BEGIN Extracted information

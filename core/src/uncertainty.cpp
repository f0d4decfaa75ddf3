// About 680 lines on purpose: the two propagation methods (first-order
// sensitivities and Monte Carlo) share the input collection, the result
// summaries and the inputs of heat transfer here.
// Propagation of the inputs' uncertainties through the solver; see
// uncertainty.hpp for the methods and their sources.
#include "heatchain/uncertainty.hpp"

#include <algorithm>
#include <atomic>
#include <cmath>
#include <limits>
#include <thread>

#include "heatchain/tolerance.hpp"
#include "unknown_fields_json.hpp"

namespace heatchain {

std::string_view uncertaintyMethodId(UncertaintyMethod m) {
    return m == UncertaintyMethod::MonteCarlo ? "montecarlo" : "linear";
}

Result<UncertaintyMethod> parseUncertaintyMethod(std::string_view id) {
    if (id == "linear") return UncertaintyMethod::Linear;
    if (id == "montecarlo") return UncertaintyMethod::MonteCarlo;
    return makeError("unknown uncertainty method \"" + std::string(id) + "\"; valid ones are linear, montecarlo");
}

const UncertainOutput* UncertaintyResult::find(std::string_view path) const {
    for (const auto& o : outputs)
        if (o.path == path) return &o;
    return nullptr;
}

void parallelFor(std::size_t n, unsigned threads, const std::function<void(std::size_t)>& fn) {
    if (threads == 0) threads = std::max(1u, std::thread::hardware_concurrency());
    threads = static_cast<unsigned>(std::min<std::size_t>(threads, n));
    if (threads <= 1) {
        for (std::size_t i = 0; i < n; ++i) fn(i);
        return;
    }
    // Work is handed out one index at a time: solves differ in cost.
    std::atomic<std::size_t> next{0};
    auto worker = [&] {
        for (std::size_t i = next.fetch_add(1); i < n; i = next.fetch_add(1)) fn(i);
    };
    std::vector<std::thread> pool;
    pool.reserve(threads - 1);
    for (unsigned t = 1; t < threads; ++t) pool.emplace_back(worker);
    worker();
    for (auto& t : pool) t.join();
}

namespace {

// ---- Inputs -------------------------------------------------------------------

// Where an input lives in a project (a copy is perturbed through it) and the
// range in which the solver may be given it.
struct InputSlot {
    UncertainInput in;
    std::function<double*(Project&)> field;  // null for a model input
    double lo = -std::numeric_limits<double>::infinity(), hi = std::numeric_limits<double>::infinity();
    bool loOpen = false, hiOpen = false;
    bool inside(double x) const {
        return (loOpen ? x > lo : x >= lo) && (hiOpen ? x < hi : x <= hi) && std::isfinite(x);
    }
};

constexpr double kInf = std::numeric_limits<double>::infinity();

struct Collector {
    const Project& p;
    std::vector<InputSlot> slots;
    std::optional<Error> error;

    void add(const std::string& path, const std::string& text, Dimension d, double si,
             std::function<double*(Project&)> field, double lo, bool loOpen, double hi, bool hiOpen) {
        if (error || !hasTolerance(text)) return;
        auto tv = parseToleranced(text, d, p.unitContext());
        if (!tv) {
            error = makeError(tv.error().message, path);
            return;
        }
        if (!tv->tolerance || tv->tolerance->u == 0) return;
        InputSlot s;
        s.in.path = path;
        s.in.text = text;
        s.in.dimension = d;
        s.in.value = si;
        s.in.u = tv->tolerance->u;
        s.in.distribution = tv->tolerance->distribution;
        s.field = std::move(field);
        s.lo = lo;
        s.hi = hi;
        s.loOpen = loOpen;
        s.hiOpen = hiOpen;
        slots.push_back(std::move(s));
    }
    // A quantity: temperatures, pressures and amounts are positive.
    void quantity(const std::string& path, const std::optional<Quantity>& q, Dimension d,
                  const std::function<Quantity*(Project&)>& at, bool positive = true) {
        if (!q) return;
        add(path, q->text, d, q->si, [at](Project& x) { return &at(x)->si; }, positive ? 0.0 : -kInf, positive,
            kInf, false);
    }
    void number(const std::string& path, const std::optional<Number>& n, const std::function<Number*(Project&)>& at,
                double lo, bool loOpen, double hi, bool hiOpen) {
        if (!n || !n->quoted) return;
        add(path, n->text, Dimension::Dimensionless, n->value,
            [at](Project& x) { return &at(x)->value; }, lo, loOpen, hi, hiOpen);
    }
};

END Extracted information

### The task
Everything starting at the line containing "InputSlot s;" and ending at the line containing "slots.push_back(std::move(s));" in the records above should be repeated exactly, and only that.

### Exercise response
        InputSlot s;
        s.in.path = path;
        s.in.text = text;
        s.in.dimension = d;
        s.in.value = si;
        s.in.u = tv->tolerance->u;
        s.in.distribution = tv->tolerance->distribution;
        s.field = std::move(field);
        s.lo = lo;
        s.hi = hi;
        s.loOpen = loOpen;
        s.hiOpen = hiOpen;
        slots.push_back(std::move(s));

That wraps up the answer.